*Problem to work on*.
Reproduce all of the data exactly, with no line skipped.

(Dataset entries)
== == ==
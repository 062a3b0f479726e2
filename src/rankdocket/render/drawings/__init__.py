"""The catalogue of drawings."""

from typing import Final

from rankdocket.render.drawings.interval_strip import INTERVAL_STRIP
from rankdocket.render.drawings.null_picture import NULL_PICTURE
from rankdocket.render.drawings.rank_plot import RANK_PLOT
from rankdocket.render.drawings.raw_plot import RAW_PLOT
from rankdocket.render.drawings.rows_curve import ROWS_CURVE

DRAWINGS: Final = (RAW_PLOT, RANK_PLOT, INTERVAL_STRIP, NULL_PICTURE, ROWS_CURVE)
== == ==
*Result*.
repository 062a3b0f479726e2
filename src/rankdocket/render/drawings/__init__.py
"""The catalogue of drawings."""

from typing import Final

from rankdocket.render.drawings.interval_strip import INTERVAL_STRIP
from rankdocket.render.drawings.null_picture import NULL_PICTURE
from rankdocket.render.drawings.rank_plot import RANK_PLOT
from rankdocket.render.drawings.raw_plot import RAW_PLOT
from rankdocket.render.drawings.rows_curve import ROWS_CURVE

DRAWINGS: Final = (RAW_PLOT, RANK_PLOT, INTERVAL_STRIP, NULL_PICTURE, ROWS_CURVE)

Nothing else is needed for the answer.